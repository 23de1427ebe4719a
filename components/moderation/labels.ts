import { topicLabel, type SafetyTopicKey } from "@/lib/policy";
import type { ReasonTopic } from "@/lib/validations/moderation";

/** The label of a reason's topic: a safety topic's own, or "General" for what is not about the sheet. */
export function reasonTopicLabel(topic: ReasonTopic | string): string {
  return topic === "general" ? "General" : topicLabel(topic as SafetyTopicKey);
}

export const KIND_LABELS: Record<string, string> = {
  board: "Board",
  magnetic: "Magnetic",
  kit: "Kit",
  transformer: "transformer",
  choke: "choke",
  "current-transformer": "current transformer",
};

export function kindLabel(kind: string, subtype?: string | null): string {
  const base = KIND_LABELS[kind] ?? kind;
  return subtype ? `${base} · ${KIND_LABELS[subtype] ?? subtype}` : base;
}

export const DECISION_LABELS: Record<string, string> = {
  submitted: "Submitted for review",
  approved: "Approved",
  sent_back: "Sent back",
  held: "Held",
  restored: "Restored",
  retired: "Retired by the seller",
  grace_notice: "Policy notice, grace period started",
  grace_expired: "Held: grace period ended",
};
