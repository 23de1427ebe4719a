"use client";

import { useActionState } from "react";
import { Button } from "@/components/ui/button";
import { FormMessage } from "@/components/ui/form-message";
import type { FormResult } from "@/lib/validations/auth";

type Action = (previous: FormResult | null, form: FormData) => Promise<FormResult>;

export function ConnectReviewerPayoutForm({ action, label }: { action: Action; label: string }) {
  const [state, formAction, pending] = useActionState(action, null);
  return (
    <form action={formAction} className="space-y-2">
      <Button type="submit" disabled={pending}>
        {pending ? "Opening the payment provider…" : label}
      </Button>
      <FormMessage tone="error" message={state && !state.ok ? state.message : undefined} />
    </form>
  );
}

export function AvailabilityForm({ action, available }: { action: Action; available: boolean }) {
  const [state, formAction, pending] = useActionState(action, null);
  return (
    <form action={formAction} className="space-y-2">
      <input type="hidden" name="available" value={available ? "no" : "yes"} />
      <Button type="submit" variant="secondary" size="sm" disabled={pending}>
        {available ? "Pause new bookings" : "Take bookings again"}
      </Button>
      <FormMessage tone="error" message={state && !state.ok ? state.message : undefined} />
    </form>
  );
}
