import type { DecisionRow } from "@/db/queries/moderation";
import { EmptyState } from "@/components/ui/empty-state";
import { DECISION_LABELS, reasonTopicLabel } from "./labels";
import { RelativeTime } from "./relative-time";

export function DecisionHistory({ decisions }: { decisions: DecisionRow[] }) {
  if (decisions.length === 0) return <EmptyState title="No decisions yet">This listing has not been submitted before.</EmptyState>;
  return (
    <ol className="space-y-3" data-testid="decision-history">
      {decisions.map((d) => (
        <li key={d.id} className="border-l-2 border-graphite-300 pl-3">
          <p className="text-sm">
            <span className="font-semibold">{DECISION_LABELS[d.decision] ?? d.decision}</span>
            <span className="text-graphite-600"> · {d.actorName ?? "the platform"} · </span>
            <RelativeTime iso={d.createdAt.toISOString()} />
            {d.policyRevision ? <span className="ml-2 font-mono text-xs text-graphite-600">rev. {d.policyRevision}</span> : null}
          </p>
          {d.reasons.length > 0 ? (
            <ul className="mt-1 space-y-1 text-sm">
              {d.reasons.map((r, i) => (
                <li key={i}>
                  <strong>{reasonTopicLabel(r.topic)}:</strong> {r.text}
                </li>
              ))}
            </ul>
          ) : null}
          {d.note ? <p className="mt-1 whitespace-pre-line text-sm text-graphite-700">{d.note}</p> : null}
        </li>
      ))}
    </ol>
  );
}
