import { ButtonLink } from "@/components/ui/button";
import { Panel } from "@/components/ui/panel";
import type { SessionDetail } from "@/db/queries/reviews";
import { formatWhen } from "@/lib/reviews/format";
import { deliverBy } from "@/lib/reviews/transitions";

/** What happens next on this session, in words, for the person looking at it. */
export function nextStepText(s: SessionDetail): string {
  const builder = s.viewerRole === "builder";
  switch (s.state) {
    case "requested":
      return builder
        ? `Waiting for ${s.reviewerName} to accept or decline, until ${formatWhen(s.respondBy)}. If they decline or do not answer, the hold on your card is released.`
        : `Waiting for ${s.reviewerName}'s answer, until ${formatWhen(s.respondBy)}.`;
    case "accepted":
      return builder
        ? `${s.reviewerName} is reading your log; the report is due by ${formatWhen(deliverBy(s))}. Keep the build de-energised and the bus discharged until you have read it.`
        : `The report is due by ${formatWhen(deliverBy(s))}.`;
    case "delivered":
      return s.disputeBy ? `The report is delivered. It can be disputed until ${formatWhen(s.disputeBy)}; after that the session closes.` : "The report is delivered.";
    case "disputed":
      return "A moderator is reading the report against the log and will decide whether the payment stands or is refunded in part or in full.";
    case "closed":
      return "This session is closed.";
    case "declined":
      return builder ? `${s.reviewerName} declined. Nothing was charged; you can book another reviewer.` : "You declined this request; nothing was charged.";
    case "expired":
      return builder ? "The request ran out of time. Nothing was charged; you can book another reviewer." : "This request ran out of time; nothing was charged.";
  }
}

export function NextStep({ session }: { session: SessionDetail }) {
  const rebook = session.viewerRole === "builder" && (session.state === "declined" || session.state === "expired");
  return (
    <Panel title="What happens next">
      <div className="space-y-3 text-sm" data-testid="next-step">
        <p>{nextStepText(session)}</p>
        {rebook ? (
          <ButtonLink href={`/reviews/new?log=${session.logId}`} variant="secondary">
            Book another reviewer
          </ButtonLink>
        ) : null}
      </div>
    </Panel>
  );
}
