"use client";

import { useActionState } from "react";
import { Button } from "@/components/ui/button";
import { NumberField, TextArea } from "@/components/ui/field";
import { FormMessage } from "@/components/ui/form-message";
import type { FormResult } from "@/lib/validations/auth";
import { typed, type ModerationFormAction } from "./listing-action-forms";

export type PolicyFormDefaults = {
  minWords: number;
  topicMinWords: Record<string, number | undefined>;
  safeVoltageV: number;
  storedChargeThresholdMicroC: number;
  waitMarginFactor: number;
  graceDays: number;
};

/** A new revision, starting from the rules in force; per-topic minimums left blank use the general one. */
export function PolicyRevisionForm({
  action,
  defaults,
  topics,
  nextRevision,
}: {
  action: ModerationFormAction;
  defaults: PolicyFormDefaults;
  topics: { key: string; label: string }[];
  nextRevision: number;
}) {
  const [state, formAction, pending] = useActionState(action, null);
  const errors = (key: string) => (state && !state.ok ? (state.fieldErrors as Record<string, string[] | undefined>)[key] : undefined);
  // After a refused submit the fields start from what was typed, not from the rules in force.
  const value = <T,>(key: string, fallback: T): string | T => typed(state, key) ?? fallback;
  return (
    <form action={formAction} className="space-y-5" aria-label="Publish a policy revision">
      {/* Keyed so the fields re-mount with the echoed values; the live region below stays mounted so it is announced. */}
      <div key={state && !state.ok ? JSON.stringify(state.values ?? {}) : "defaults"} className="space-y-5">
        <TextArea name="summary" defaultValue={value("summary", "")} label="What changes" hint="One or two sentences; sellers read this in their notice." rows={2} required maxLength={1000} error={errors("summary")} />
        <div className="grid gap-4 sm:grid-cols-2 lg:grid-cols-3">
          <NumberField name="minWords" label="Minimum words per note" defaultValue={value("minWords", defaults.minWords)} min={1} max={1000} step={1} required error={errors("minWords")} />
          <NumberField name="safeVoltageV" label="Safe voltage" unit="V" defaultValue={value("safeVoltageV", defaults.safeVoltageV)} min={1} max={1000} required error={errors("safeVoltageV")} />
          <NumberField
            name="storedChargeThresholdMicroC"
            label="Stored-charge threshold"
            unit="µC"
            hint="Above this charge (and the safe voltage) the stored-charge topic is required."
            defaultValue={value("storedChargeThresholdMicroC", defaults.storedChargeThresholdMicroC)}
            min={0}
            required
            error={errors("storedChargeThresholdMicroC")}
          />
          <NumberField
            name="waitMarginFactor"
            label="Wait margin factor"
            hint="1.5 means the stated wait must be at least 1.5 × the computed discharge time."
            defaultValue={value("waitMarginFactor", defaults.waitMarginFactor)}
            min={1}
            max={100}
            required
            error={errors("waitMarginFactor")}
          />
          <NumberField
            name="graceDays"
            label="Grace period"
            unit="days"
            hint="How long a live listing that fails the new revision stays up before it is held."
            defaultValue={value("graceDays", defaults.graceDays)}
            min={1}
            max={365}
            step={1}
            required
            error={errors("graceDays")}
          />
        </div>
        <fieldset className="space-y-3">
          <legend className="font-semibold">Minimum words per topic</legend>
          <p className="text-sm text-graphite-600">Leave blank to use the general minimum.</p>
          <div className="grid gap-4 sm:grid-cols-2 lg:grid-cols-4">
            {topics.map((t) => (
              <NumberField
                key={t.key}
                name={`topicMinWords.${t.key}`}
                label={t.label}
                defaultValue={value(`topicMinWords.${t.key}`, defaults.topicMinWords[t.key] ?? "")}
                min={1}
                max={1000}
                step={1}
                error={errors(`topicMinWords.${t.key}`)}
              />
            ))}
          </div>
        </fieldset>
      </div>
      <FormMessage tone="error" message={state && !state.ok ? state.message : undefined} />
      <Button type="submit" disabled={pending}>
        {pending ? "Publishing…" : `Publish revision ${nextRevision} and re-check live listings`}
      </Button>
    </form>
  );
}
------------------------------------------------
Description of the task → Check each line of the records for the string "another" and copy those that have it.

Response box →
      return builder ? `${s.reviewerName} declined. Nothing was charged; you can book another reviewer.` : "You declined this request; nothing was charged.";
      return builder ? "The request ran out of time. Nothing was charged; you can book another reviewer." : "This request ran out of time; nothing was charged.";
            Book another reviewer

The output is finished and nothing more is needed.